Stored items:
○ ○ ○ ○ ○
#!/usr/bin/env bash
# Runs every libFuzzer target built in BUILD_DIR (the `sanitize` preset: build-sanitize, or
# the lighter `fuzz` preset: build-fuzz) for
# SECONDS each, one after another, each on a copy of its seed corpus in a temporary
# folder (the repository is never written to), with its dictionary when there is one.
# Prints per target the executions done, the corpus size at the end and whether it found
# anything; exits 1 if any target reported a crash, a leak, a timeout or a sanitizer
# report (the inputs that did are copied to BUILD_DIR/fuzz-artifacts/).
#
#   tests/fuzz/run_fuzzers.sh build-sanitize 15    # CI
#   nice -n 10 tests/fuzz/run_fuzzers.sh build-fuzz 300
#   FUZZ_TARGETS="csv_reader resolver" tests/fuzz/run_fuzzers.sh build-fuzz 60
set -uo pipefail

if [ $# -ne 2 ]; then
  echo "usage: $0 BUILD_DIR SECONDS" >&2
  exit 2
fi
build_dir=$(cd "$1" && pwd) || exit 2
seconds=$2
here=$(cd "$(dirname "$0")" && pwd)
targets=${FUZZ_TARGETS:-"csv_reader fhir_reader dosage_text resolver report_config"}

work=$(mktemp -d "${TMPDIR:-/tmp}/medload-fuzz.XXXXXX")
trap 'rm -rf "$work"' EXIT

export ASAN_OPTIONS="${ASAN_OPTIONS:-detect_leaks=1:abort_on_error=1}"
export UBSAN_OPTIONS="${UBSAN_OPTIONS:-print_stacktrace=1:halt_on_error=1}"

failed=0
printf '%-14s %10s %8s %8s  %s\n' target executions seconds corpus result
for target in $targets; do
  binary="$build_dir/${target}_fuzz"
  if [ ! -x "$binary" ]; then
    echo "$target: $binary is missing (build the fuzz preset first)" >&2
    failed=1
    continue
  fi
  corpus="$work/$target/corpus"
  artifacts="$work/$target/artifacts"
  mkdir -p "$corpus" "$artifacts"
  if [ -d "$here/corpus/$target" ]; then cp "$here/corpus/$target"/* "$corpus"/; fi
  dict=()
  if [ -f "$here/$target.dict" ]; then dict=(-dict="$here/$target.dict"); fi
  log="$work/$target/log"
  start=$(date +%s)
  # TMPDIR: targets that need a scratch file write it under the temporary folder.
  TMPDIR="$work/$target" "$binary" "$corpus" "${dict[@]}" -max_total_time="$seconds" \
    -timeout=10 -rss_limit_mb=2048 -print_final_stats=1 -artifact_prefix="$artifacts/" \
    >"$log" 2>&1
  status=$?
  elapsed=$(( $(date +%s) - start ))
  runs=$(sed -n 's/^stat::number_of_executed_units: *//p' "$log" | tail -1)
  files=$(find "$corpus" -type f | wc -l)
  result="nothing found"
  if [ "$status" -ne 0 ] || grep -qE 'ERROR: (AddressSanitizer|LeakSanitizer|libFuzzer)|runtime error:|invariant broken' "$log" ||
     [ -n "$(ls -A "$artifacts")" ]; then
    result="FOUND SOMETHING (exit $status)"
    failed=1
    mkdir -p "$build_dir/fuzz-artifacts"
    cp "$artifacts"/* "$build_dir/fuzz-artifacts/" 2>/dev/null
  fi
  printf '%-14s %10s %8s %8s  %s\n' "$target" "${runs:-?}" "$elapsed" "$files" "$result"
  if [ "$failed" -ne 0 ] && [ "$result" != "nothing found" ]; then
    grep -E 'invariant broken|ERROR:|runtime error:|SUMMARY:' "$log" | head -5 | sed 's/^/    /'
    echo "    (artifacts in $build_dir/fuzz-artifacts/)"
  fi
done
exit "$failed"
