// libFuzzer target: the dosage-text reader (dose/dosage_text.h) and, when the input is a
// JSON document, the FHIR structured Dosage reader (dose/fhir_dosage.h) on it as one
// Dosage element and as a dosageInstruction list.
//
// Invariants:
// - a reading's units per day, when present, is finite and above zero (text) or not
//   negative (structured), and is present exactly when the understanding is full or
//   partial (text) / absent when it is unknown or empty (both);
// - reading is pure: the same text gives the same reading;
// - the structured readers never throw (an exception reaches libFuzzer as a crash).
#include <cmath>
#include <cstddef>
#include <cstdint>
#include <string>
#include <string_view>

#include <nlohmann/json.hpp>

#include "fuzz/fuzz_check.h"
#include "medload/dose/dosage_text.h"
#include "medload/dose/fhir_dosage.h"

namespace medload {
namespace {

bool FiniteNotNegative(const std::optional<double>& value) {
  return !value || (std::isfinite(*value) && *value >= 0);
}

void CheckTextReading(std::string_view text) {
  const DosageReading reading = ReadDosageText(text);
  FuzzCheck(!reading.units_per_day || (std::isfinite(*reading.units_per_day) &&
                                       *reading.units_per_day > 0),
            "text: units per day is finite and above zero");
  const bool understood = reading.understanding == Understanding::kFull ||
                          reading.understanding == Understanding::kPartial;
  FuzzCheck(understood == reading.units_per_day.has_value(),
            "text: units per day exactly when understood fully or in part");
  FuzzCheck(!text.empty() || reading.understanding == Understanding::kEmpty,
            "text: no text reads as empty");
  const DosageReading again = ReadDosageText(text);
  FuzzCheck(again.units_per_day == reading.units_per_day && again.as_needed == reading.as_needed &&
                again.unit == reading.unit && again.understanding == reading.understanding &&
                again.note == reading.note,
            "text: reading is pure");
}

void CheckStructured(const DosageReading& reading, const char* what) {
  FuzzCheck(FiniteNotNegative(reading.units_per_day), what);
  FuzzCheck(!reading.units_per_day || (reading.understanding != Understanding::kUnknown &&
                                       reading.understanding != Understanding::kEmpty),
            "structured: an unknown or empty reading has no units per day");
}

}  // namespace
}  // namespace medload

extern "C" int LLVMFuzzerTestOneInput(const uint8_t* data, size_t size) {
  using namespace medload;
  const std::string_view input(reinterpret_cast<const char*>(data), size);
  CheckTextReading(input);
  const nlohmann::json document = nlohmann::json::parse(input, nullptr, false);
  if (document.is_discarded()) return 0;
  CheckStructured(ReadFhirDosage(document), "structured: one Dosage gives a finite dose, not negative");
  CheckStructured(ReadFhirDosageList(document),
                  "structured: a Dosage list gives a finite dose, not negative");
  if (document.is_object() && size < 4096) {  // the copy below recurses: keep it shallow
    CheckStructured(ReadFhirDosageList(nlohmann::json::array({document, document})),
                    "structured: two concurrent Dosages give a finite dose, not negative");
  }
  return 0;
}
○ ○ ○ ○ ○
### PROBLEM
If a line in the records contains the word "nlohmann", copy it.

### SOLUTION BELOW
#include <nlohmann/json.hpp>
  const nlohmann::json document = nlohmann::json::parse(input, nullptr, false);
    CheckStructured(ReadFhirDosageList(nlohmann::json::array({document, document})),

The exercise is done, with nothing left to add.